### [TASK DATA]
import { Readable } from 'node:stream'
import type { S3Client } from '@aws-sdk/client-s3'
import { blobMissing, checkedSha256, sha256Of, type FileStorage } from './storage'

type Sdk = typeof import('@aws-sdk/client-s3')

export interface S3StorageOptions {
  /** S3-compatible endpoint URL (MinIO, Ceph RGW, Garage, …); unset: AWS S3 of `region`. */
  endpoint?: string
  region: string
  bucket: string
  accessKeyId: string
  secretAccessKey: string
  /** Put before every key, e.g. "overtone/"; '' for none. */
  prefix?: string
}

/**
 * Content-addressed blobs in an S3-compatible bucket, under `${prefix}ab/cd/<sha256>` (the same
 * layout as the local disk). put hashes in memory, asks HeadObject first and only then sends
 * PutObject, so the same bytes are stored once; a stored object is never overwritten. remove sends
 * DeleteObject.
 *
 * The SDK is loaded and the client made on first use, so choosing this storage costs no start-up
 * time and no network call. Path-style addressing (`/<bucket>/<key>`) because most S3-compatible
 * stores need it; checksums only where an operation requires them, because several of those
 * stores refuse the SDK's newer default checksum headers.
 */
export class S3Storage implements FileStorage {
  readonly bucket: string
  readonly prefix: string
  private ready?: Promise<{ sdk: Sdk; client: S3Client }>

  constructor(private readonly options: S3StorageOptions) {
    for (const name of ['bucket', 'accessKeyId', 'secretAccessKey', 'region'] as const) {
      if (!options[name]) throw new Error(`S3Storage: ${name} is required`)
    }
    this.bucket = options.bucket
    this.prefix = options.prefix ?? ''
  }

  private s3(): Promise<{ sdk: Sdk; client: S3Client }> {
    this.ready ??= import('@aws-sdk/client-s3').then((sdk) => ({
      sdk,
      client: new sdk.S3Client({
        endpoint: this.options.endpoint,
        region: this.options.region,
        credentials: { accessKeyId: this.options.accessKeyId, secretAccessKey: this.options.secretAccessKey },
        forcePathStyle: true,
        requestChecksumCalculation: 'WHEN_REQUIRED',
        responseChecksumValidation: 'WHEN_REQUIRED',
        requestHandler: { connectionTimeout: 5_000, socketTimeout: 60_000 },
      }),
    }))
    return this.ready
  }

  /** The only place a key is made, and only from a checked hex hash. */
  keyOf(sha256: string): string {
    checkedSha256(sha256)
    return `${this.prefix}${sha256.slice(0, 2)}/${sha256.slice(2, 4)}/${sha256}`
  }

  async put(data: Buffer) {
    const sha256 = sha256Of(data)
    const Key = this.keyOf(sha256)
    if (await this.has(sha256)) return { sha256, sizeBytes: data.length, isNew: false }
    const { sdk, client } = await this.s3()
    await client.send(
      new sdk.PutObjectCommand({
        Bucket: this.bucket,
        Key,
        Body: data,
        ContentLength: data.length,
        ContentType: 'application/octet-stream',
        Metadata: { sha256 },
      }),
    )
    return { sha256, sizeBytes: data.length, isNew: true }
  }

  async get(sha256: string): Promise<Readable> {
    const Key = this.keyOf(sha256)
    const { sdk, client } = await this.s3()
    let body: unknown
    try {
      body = (await client.send(new sdk.GetObjectCommand({ Bucket: this.bucket, Key }))).Body
    } catch (err) {
      if (isNotFound(err)) throw blobMissing(sha256, this.where())
      throw err
    }
    if (!(body instanceof Readable)) throw new Error(`S3 answered GetObject for ${Key} without a readable body`)
    return body
  }

  async read(sha256: string): Promise<Buffer> {
    const body = await this.get(sha256)
    const chunks: Buffer[] = []
    for await (const chunk of body) chunks.push(Buffer.isBuffer(chunk) ? chunk : Buffer.from(chunk))
    return Buffer.concat(chunks)
  }

  async has(sha256: string): Promise<boolean> {
    const Key = this.keyOf(sha256)
    const { sdk, client } = await this.s3()
    try {
      await client.send(new sdk.HeadObjectCommand({ Bucket: this.bucket, Key }))
      return true
    } catch (err) {
      if (isNotFound(err)) return false
      throw err
    }
  }

  async remove(sha256: string): Promise<void> {
    const Key = this.keyOf(sha256)
    const { sdk, client } = await this.s3()
    try {
      await client.send(new sdk.DeleteObjectCommand({ Bucket: this.bucket, Key }))
    } catch (err) {
      // S3 answers 204 for a missing key; some compatible stores answer 404 NoSuchKey.
      if (!isNotFound(err)) throw err
    }
  }

  private where(): string {
    return `s3 bucket ${this.bucket}${this.prefix ? ` under ${this.prefix}` : ''}`
  }
}

/**
 * A missing object: HeadObject answers a bare 404 (the SDK names it NotFound), GetObject answers
 * NoSuchKey. A missing bucket is not a missing blob (GetObject says NoSuchBucket: rethrown).
 */
function isNotFound(err: unknown): boolean {
  const e = err as { name?: string; Code?: string; $metadata?: { httpStatusCode?: number } } | null
  if (e?.name === 'NoSuchBucket' || e?.Code === 'NoSuchBucket') return false
  return (
    e?.name === 'NotFound' || e?.name === 'NoSuchKey' || e?.Code === 'NoSuchKey' || e?.$metadata?.httpStatusCode === 404
  )
}
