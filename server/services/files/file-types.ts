import { fieldError } from '../../errors'

/**
 * What an uploaded file is, decided from its bytes, never from its name or the browser's type:
 * magic numbers for images and PDF; strict UTF-8 without NUL/control bytes plus a table of numbers
 * for CSV/TXT spectra and sweeps. Also: original-name clean-up and the lenient table parser used by
 * the spectrum preview.
 */

export type FileKind = 'sem' | 'spectrum' | 'sweep' | 'camera' | 'other'

const IMAGE_MIMES = ['image/png', 'image/jpeg', 'image/tiff', 'image/gif', 'image/webp'] as const
/** Image types a browser shows itself (TIFF is not among them). */
export const BROWSER_IMAGES = new Set(['image/png', 'image/jpeg', 'image/gif', 'image/webp'])
export const isImageMime = (mime: string) => (IMAGE_MIMES as readonly string[]).includes(mime)

const startsWith = (b: Buffer, bytes: number[], at = 0) => bytes.every((x, i) => b[at + i] === x)
const ascii = (s: string) => [...s].map((c) => c.charCodeAt(0))

/** Sniff a binary type by its magic number (PNG, JPEG, TIFF, GIF, WebP, PDF); null when none matches. */
export function sniffBinary(b: Buffer): string | null {
  if (startsWith(b, [0x89, 0x50, 0x4e, 0x47, 0x0d, 0x0a, 0x1a, 0x0a])) return 'image/png'
  if (startsWith(b, [0xff, 0xd8, 0xff])) return 'image/jpeg'
  if (startsWith(b, [0x49, 0x49, 0x2a, 0x00]) || startsWith(b, [0x4d, 0x4d, 0x00, 0x2a])) return 'image/tiff'
  if (startsWith(b, ascii('GIF87a')) || startsWith(b, ascii('GIF89a'))) return 'image/gif'
  if (startsWith(b, ascii('RIFF')) && startsWith(b, ascii('WEBP'), 8)) return 'image/webp'
  if (startsWith(b, ascii('%PDF-'))) return 'application/pdf'
  return null
}

/** The bytes as text when they are valid UTF-8 with no NUL or other control bytes (tab, CR, LF allowed). */
export function decodeText(b: Buffer): string | null {
  let s: string
  try { s = new TextDecoder('utf-8', { fatal: true }).decode(b) } catch { return null }
  if (/[\x00-\x08\x0b\x0c\x0e-\x1f\x7f]/.test(s)) return null
  return s.replace(/^\uFEFF/, '')
}

export interface DataTable { columns: string[]; rows: number[][]; skipped: number; separator: string }

const SEPARATORS = [';', '\t', ','] as const

function toNumber(cell: string, decimalComma: boolean): number {
  const t = cell.trim().replace(/^"(.*)"$/, '$1')
  if (t === '') return Number.NaN
  return Number(decimalComma ? t.replace(',', '.') : t)
}

/** Pick the separator that splits most sample lines into the same number (≥ 2) of fields. */
function pickSeparator(lines: string[]): string {
  const sample = lines.slice(0, 50)
  for (const sep of SEPARATORS) {
    const freq = new Map<number, number>()
    for (const l of sample) { const c = l.split(sep).length; if (c >= 2) freq.set(c, (freq.get(c) ?? 0) + 1) }
    if (Math.max(0, ...freq.values()) >= Math.ceil(sample.length / 2)) return sep
  }
  return 'whitespace'
}

/**
 * Parse a CSV/TXT table leniently: comma, semicolon, tab or whitespace separators; `#`/`%` comment
 * lines ignored; leading non-numeric lines taken as the header (its last line names the columns);
 * decimal commas accepted when the separator is `;` (or tab/whitespace) as spreadsheets in many
 * locales write them. Rows whose first two cells are not numbers are counted in `skipped`.
 */
export function parseDataTable(text: string): DataTable {
  const lines = text.split(/\r\n|\n|\r/).map((l) => l.trim()).filter((l) => l && !/^[#%]/.test(l))
  const separator = pickSeparator(lines)
  const split = (l: string) => (separator === 'whitespace' ? l.split(/\s+/) : l.split(separator))
  const decimalComma = separator !== ','
  let header: string[] | null = null
  const rows: number[][] = []
  let skipped = 0
  for (const line of lines) {
    const cells = split(line)
    const nums = cells.map((c) => toNumber(c, decimalComma))
    const ok = cells.length >= 2 && Number.isFinite(nums[0]) && Number.isFinite(nums[1])
    if (ok) rows.push(nums.filter((n) => Number.isFinite(n)))
    else if (rows.length === 0) header = cells.map((c) => c.trim().replace(/^"(.*)"$/, '$1').slice(0, 60))
    else skipped++
  }
  const width = rows[0]?.length ?? 2
  const columns = header && header.length >= 2 ? header : Array.from({ length: width }, (_, i) => (i === 0 ? 'x' : i === 1 ? 'y' : `c${i + 1}`))
  return { columns, rows, skipped, separator }
}

/** Keep at most `max` points of a curve: the lowest and highest point of each bucket, in order (peaks survive). */
export function downsample(points: [number, number][], max = 2000): [number, number][] {
  if (points.length <= max) return points
  const buckets = Math.floor(max / 2)
  const size = points.length / buckets
  const out: [number, number][] = []
  for (let b = 0; b < buckets; b++) {
    const slice = points.slice(Math.floor(b * size), Math.floor((b + 1) * size))
    if (!slice.length) continue
    let lo = 0
    let hi = 0
    slice.forEach((p, i) => { if (p[1] < slice[lo][1]) lo = i; if (p[1] > slice[hi][1]) hi = i })
    for (const i of lo === hi ? [lo] : [Math.min(lo, hi), Math.max(lo, hi)]) out.push(slice[i])
  }
  return out
}

const TEXT_KINDS: FileKind[] = ['spectrum', 'sweep']
const IMAGE_KINDS: FileKind[] = ['sem', 'camera']

/**
 * The checked MIME type of an upload of `kind`, or a field-level 400 on `file`.
 * sem/camera: images; spectrum/sweep: CSV/TXT tables of numbers; other: any of these or PDF/plain text.
 */
export function checkContent(b: Buffer, kind: FileKind): string {
  if (b.length === 0) throw fieldError('file', 'The file is empty')
  const binary = sniffBinary(b)
  if (IMAGE_KINDS.includes(kind)) {
    if (binary && isImageMime(binary)) return binary
    throw fieldError('file', 'This is not an image: SEM and camera files must be PNG, JPEG, TIFF, GIF or WebP (checked by content, not by name)')
  }
  if (binary) {
    if (kind === 'other') return binary
    throw fieldError('file', `This file is ${binary}, not a text table: spectra and sweeps must be CSV or TXT with columns of numbers`)
  }
  const text = decodeText(b)
  if (text === null) throw fieldError('file', 'The file type is not accepted: use PNG, JPEG, TIFF, GIF, WebP, PDF, or UTF-8 text (CSV/TXT)')
  const table = parseDataTable(text)
  if (table.rows.length >= 2) return 'text/csv'
  if (TEXT_KINDS.includes(kind)) throw fieldError('file', 'This does not look like a data table: expected rows of numbers separated by commas, semicolons or tabs')
  return 'text/plain'
}

/**
 * A safe display name from a client's file name: the last path segment only (so `../../etc/passwd`
 * becomes `passwd`), control and bidi-override characters removed, at most 255 characters. The name
 * is only ever shown or sent back in Content-Disposition; storage paths come from the hash.
 */
export function sanitizeFileName(name: string | undefined): string {
  const base = (name ?? '').normalize('NFC').split(/[\\/]/).pop() ?? ''
  const clean = base.replace(/[\x00-\x1f\x7f\u202a-\u202e\u2066-\u2069]/g, '').replace(/^[.\s]+/, '').trim()
  if (!clean) return 'file'
  if (clean.length <= 255) return clean
  const dot = clean.lastIndexOf('.')
  const ext = dot > 0 && clean.length - dot <= 16 ? clean.slice(dot) : ''
  return clean.slice(0, 255 - ext.length) + ext
}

### [TASK STATEMENT]
Everything from the first line of the data through the line containing "5_000, socketTimeout: 60_000" should be echoed exactly. Add nothing.

### [PROBLEM SOLUTION]
import { Readable } from 'node:stream'
import type { S3Client } from '@aws-sdk/client-s3'
import { blobMissing, checkedSha256, sha256Of, type FileStorage } from './storage'

type Sdk = typeof import('@aws-sdk/client-s3')

export interface S3StorageOptions {
  /** S3-compatible endpoint URL (MinIO, Ceph RGW, Garage, …); unset: AWS S3 of `region`. */
  endpoint?: string
  region: string
  bucket: string
  accessKeyId: string
  secretAccessKey: string
  /** Put before every key, e.g. "overtone/"; '' for none. */
  prefix?: string
}

/**
 * Content-addressed blobs in an S3-compatible bucket, under `${prefix}ab/cd/<sha256>` (the same
 * layout as the local disk). put hashes in memory, asks HeadObject first and only then sends
 * PutObject, so the same bytes are stored once; a stored object is never overwritten. remove sends
 * DeleteObject.
 *
 * The SDK is loaded and the client made on first use, so choosing this storage costs no start-up
 * time and no network call. Path-style addressing (`/<bucket>/<key>`) because most S3-compatible
 * stores need it; checksums only where an operation requires them, because several of those
 * stores refuse the SDK's newer default checksum headers.
 */
export class S3Storage implements FileStorage {
  readonly bucket: string
  readonly prefix: string
  private ready?: Promise<{ sdk: Sdk; client: S3Client }>

  constructor(private readonly options: S3StorageOptions) {
    for (const name of ['bucket', 'accessKeyId', 'secretAccessKey', 'region'] as const) {
      if (!options[name]) throw new Error(`S3Storage: ${name} is required`)
    }
    this.bucket = options.bucket
    this.prefix = options.prefix ?? ''
  }

  private s3(): Promise<{ sdk: Sdk; client: S3Client }> {
    this.ready ??= import('@aws-sdk/client-s3').then((sdk) => ({
      sdk,
      client: new sdk.S3Client({
        endpoint: this.options.endpoint,
        region: this.options.region,
        credentials: { accessKeyId: this.options.accessKeyId, secretAccessKey: this.options.secretAccessKey },
        forcePathStyle: true,
        requestChecksumCalculation: 'WHEN_REQUIRED',
        responseChecksumValidation: 'WHEN_REQUIRED',
        requestHandler: { connectionTimeout: 5_000, socketTimeout: 60_000 },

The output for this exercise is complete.